Body-Shame-Is-In-Your-Head

Checking out after a medical appointment, I was trying to write a check on a (to me) high counter and remarked to the nurse that I wished I were taller. She said, “But you’re so tiny, so petite.” I replied to all 5 feet 1 inch of her—an attractive, slightly higher weight woman—"Well, you’re not exactly tall. There’s not much difference in our height.” Then came the kicker when she said, “Oh, no, but you’re thin. I wish I were thin like you.”

Though I’ve had these conversations before, they still stun me and I never know what to say. There wasn’t much I could say with people around us and me being in a bit of a rush, so I said something like, “You look fine. Focus on your health, not your weight.” She looked at me like I was clueless about her situation, so I added, “I know about these things because I’m an eating disorders therapist” and a recovered binge eater.” 

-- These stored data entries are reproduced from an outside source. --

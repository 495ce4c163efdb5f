import { LitElement, html, nothing, type TemplateResult } from 'lit';
import type { Design } from '../../src/design/types.ts';
import type { StyleName } from '../../src/drawing/styles.ts';
import type { Result } from '../../src/result/types.ts';
import { tell } from '../shared/events.ts';
import { look } from '../shared/look.ts';
import type { OpenedFile, WrittenBack } from '../shared/opened-file.ts';
import { fileName, saveFile } from '../shared/save-file.ts';
import type { HmDialog } from '../hm-dialog/hm-dialog.ts';
import '../hm-dialog/hm-dialog.ts';
import { styles } from './hm-leave.styles.ts';
import { csvBlob, designBlob, plateSvg, pngBlob, svgBlob, tsvBlob, type PlateLook } from './takeaways.ts';

const STYLES: [StyleName, string][] = [
  ['light', 'as on a light screen'],
  ['dark', 'as on a dark screen'],
  ['slide', 'for a slide: large, on white'],
  ['journal', 'for a journal: black and white'],
];

/**
 * Taking something away: the plate as SVG or PNG or to the clipboard, the profiles and the ledger as tables, the design as its file
 * or inside a link; the design back to the file that it was opened from. `show()` opens it.
 * The review sheet is asked for from here.
 * Where the figures belong to an earlier design than the one on the page, they are not given away.
 *
 * @fires hm-act  the review sheet
 */
export class HmLeave extends LitElement {
  static override styles = [look, styles];
  static override properties = {
    design: { attribute: false },
    result: { attribute: false },
    stale: { type: Boolean },
    plateLook: { attribute: false },
    file: { attribute: false },
    trouble: { state: true },
    remark: { state: true },
    plateStyle: { state: true },
  };

  declare design: Design | null;
  declare result: Result | null;
  declare stale: boolean;
  /** how the plate looks on the page */ declare plateLook: PlateLook;
  /** that the design was opened from and can be written back to */ declare file: OpenedFile | null;
  /** why the last writing back came to nothing */ declare private trouble: WrittenBack | null;
  declare private remark: string;
  declare private plateStyle: StyleName;

  constructor() {
    super();
    this.design = null;
    this.result = null;
    this.stale = false;
    this.plateLook = {};
    this.file = null;
    this.trouble = null;
    this.remark = '';
    this.plateStyle = 'light';
  }

  show(): void {
    this.remark = '';
    this.trouble = null;
    void this.renderRoot.querySelector<HmDialog>('hm-dialog')!.show();
  }

  close(): void {
    this.renderRoot.querySelector<HmDialog>('hm-dialog')!.close();
  }

  /**
   * Saves the design at once, without the dialog: back to the file that it was opened from, else to one of its own. Where the file cannot be written the dialog opens, with the reason
   * and other ways.
   *
   * @returns what to say about it
   */
  async saveDesign(): Promise<string> {
    if (this.file === null) return this.designFile();
    const said = await this.writeBack();
    if (this.trouble !== null) {
      const { trouble } = this;
      if (!this.renderRoot.querySelector<HmDialog>('hm-dialog')!.open) this.show();
      this.trouble = trouble;
      this.remark = said;
    }
    return said;
  }

  private async writeBack(over = false): Promise<string> {
    const outcome = await this.file!.write(designBlob(this.design!), over);
    this.trouble = outcome.kind === 'written' ? null : outcome;
    return outcome.said;
  }

  private designFile(): Promise<string> {
    return this.written(fileName(this.design!.title, '.halfmark.json'), 'application/json', designBlob(this.design!));
  }

  private async written(name: string, type: string, content: Promise<Blob>): Promise<string> {
    const outcome = await saveFile(name, type, content);
    if (outcome === 'given up') return 'No file was written.';
    return outcome === 'written' ? 'The file is written.' : `${name} is in the downloads.`;
  }

  private async run(work: Promise<string>): Promise<void> {
    this.remark = 'Making it';
    try {
      this.remark = await work;
    } catch (error) {
      this.remark = `That did not work (${error instanceof Error ? error.message : String(error)}).`;
    }
  }

  private save(ending: string, type: string, make: (result: Result) => Promise<Blob>): void {
    const { result } = this;
    if (result !== null) void this.run(this.written(fileName(result.title, ending), type, make(result)));
  }

  private copyPicture(): void {
    const { result } = this;
    if (result === null) return;
    // The item is made at once and its content promised: a browser takes the clipboard away from a press that has been over for a while.
    const copy = async (): Promise<string> => {
      if (typeof ClipboardItem === 'undefined' || navigator.clipboard?.write === undefined) return 'This browser lets no page put pictures on the clipboard: take the PNG as a file.';
      await navigator.clipboard.write([new ClipboardItem({ 'image/png': pngBlob(result, this.plateLook, this.plateStyle) })]);
      return 'The plate is on the clipboard as PNG.';
    };
    void this.run(copy());
  }

  /** The file's text as a picture where the browser's clipboard takes one, and as text, which drawing programs read as a drawing. */
  private copySvg(): void {
    const { result } = this;
    if (result === null) return;
    const copy = async (): Promise<string> => {
      if (typeof ClipboardItem === 'undefined' || navigator.clipboard?.write === undefined) return 'This browser lets no page put drawings on the clipboard: take the SVG as a file.';
      const svg = plateSvg(result, this.plateLook, this.plateStyle);
      const as = (type: string): Promise<Blob> => svg.then((text) => new Blob([text], { type }));
      const picture = (ClipboardItem as { supports?(type: string): boolean }).supports?.('image/svg+xml') === true;
      await navigator.clipboard.write([new ClipboardItem({ 'text/plain': as('text/plain'), ...(picture ? { 'image/svg+xml': as('image/svg+xml') } : {}) })]);
      return picture ? 'The plate is on the clipboard as SVG, as a drawing and as text.' : 'The plate is on the clipboard as the text of its SVG.';
    };
    void this.run(copy());
  }

  private copyLink(): void {
    const { design } = this;
    if (design === null) return;
    const copy = async (): Promise<string> => {
      const { linkTo } = await import('../../src/export/link.ts');
      const link = await linkTo(design, location.href);
      await navigator.clipboard.writeText(link);
      return `The link is on the clipboard, ${link.length} characters. It holds the whole design; no server is asked for it.`;
    };
    void this.run(copy());
  }

  private renderBack(): TemplateResult | typeof nothing {
    const { file, trouble } = this;
    if (file === null) return nothing;
    return html`<div class="row"><button type="button" @click=${() => void this.run(this.writeBack())}>Save to ${file.name}</button></div>
      ${trouble === null
        ? nothing
        : html`<p class="caution">${trouble.said} Everything is still here: take the design as a new file${trouble.kind === 'changed' ? ', or write over what the other program left' : ''}.</p>
            ${trouble.kind === 'changed' ? html`<div class="row"><button type="button" @click=${() => void this.run(this.writeBack(true))}>Write over ${file.name}</button></div>` : nothing}`}`;
  }

  override render(): TemplateResult {
    const ready = this.result !== null && !this.stale;
    return html`<hm-dialog heading="Take away">
      <p class="remark" role="status">${this.remark}</p>
      ${ready ? nothing : html`<p class="caution">The design on the page has no result yet, so only its file can be taken.</p>`}
      <section aria-labelledby="of-sheet">
        <h3 id="of-sheet">The review sheet</h3>
        <div class="row"><button type="button" ?disabled=${!ready} @click=${() => tell(this, 'hm-act', { act: 'sheet' })}>Fill in and take away</button></div>
        <p class="quiet">Plate, layers, figures, requirements and the source of every parameter, as PDF, SVG, PNG or print.</p>
      </section>
      <section aria-labelledby="of-plate">
        <h3 id="of-plate">The plate</h3>
        <label>Look
          <select @change=${(e: Event) => (this.plateStyle = (e.target as HTMLSelectElement).value as StyleName)}>
            ${STYLES.map(([name, words]) => html`<option value=${name} ?selected=${name === this.plateStyle}>${words}</option>`)}
          </select>
        </label>
        <div class="row">
          <button type="button" ?disabled=${!ready} @click=${() => this.save('.svg', 'image/svg+xml', (r) => svgBlob(r, this.plateLook, this.plateStyle))}>SVG, vector</button>
          <button type="button" ?disabled=${!ready} @click=${() => this.save('.png', 'image/png', (r) => pngBlob(r, this.plateLook, this.plateStyle))}>PNG, double size</button>
          <button type="button" ?disabled=${!ready} @click=${this.copyPicture}>Copy as PNG</button>
          <button type="button" ?disabled=${!ready} @click=${this.copySvg}>Copy as SVG</button>
        </div>
      </section>
      <section aria-labelledby="of-figures">
        <h3 id="of-figures">The figures</h3>
        <div class="row">
          <button type="button" ?disabled=${!ready} @click=${() => this.save('-profile.csv', 'text/csv', csvBlob)}>Profiles through the depth, CSV</button>
          <button type="button" ?disabled=${!ready} @click=${() => this.save('-ledger.tsv', 'text/tab-separated-values', tsvBlob)}>Ledger, TSV</button>
        </div>
      </section>
      <section aria-labelledby="of-design">
        <h3 id="of-design">The design</h3>
        ${this.renderBack()}
        <div class="row"><button type="button" @click=${() => void this.run(this.designFile())}>Design file, JSON</button> <button type="button" @click=${this.copyLink}>Copy a link</button></div>
        <p class="quiet">Read again by dropping it on the page, and by the command line.</p>
      </section>
      <p class="caution">Estimates of an ideal one-dimensional structure from published parameters, to be confirmed by measurement before a process or a product relies on them.</p>
    </hm-dialog>`;
  }
}

customElements.define('hm-leave', HmLeave);

declare global {
  interface HTMLElementTagNameMap {
    'hm-leave': HmLeave;
  }
}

By then I was done at the counter and the nurse had to take care of another patient, so the interaction was over. At least for her, unless she took to heart what I had to say, which I doubt. As for me, I felt like my response was totally lame. All I could do was feel terrible about her anguish which would have taken several therapy sessions to undo. 

I wanted to explain to her that I understood what she felt because I also once hated my body, never felt thin enough, and yearned to lose weight so much that I took to purging after eating. I wanted to tell her the hatred had to end before I could begin to heal my eating problems. And I didn’t even know if this woman had eating problems. Maybe she and food were great pals and her body type and shape were passed down through generations. All I knew was that she’d learned not to like her body as is and felt that it was okay to share her shame and the envy that rolled off her with me, a stranger. 

Undoubtedly, culture played a large role in her body hatred. We’re obsessed with appearance and how to look better—men and women, but it’s far worse for women. It’s hammered into our heads when we’re children that thin is better than fat and much of what we see, hear and read thereafter reinforces the message. I’m guessing this woman had other kinds of shame and didn’t grow up in a family that taught her to love and respect herself. I know there are many of you out there like her. 

What will help you stop hating your body? What can anyone say or do to help you heal your shame? Your weight may be problematic, but how you feel about your body is an even bigger issue. When you stop the hatred in your head and learn to think differently about your body, only then will you start to heal it.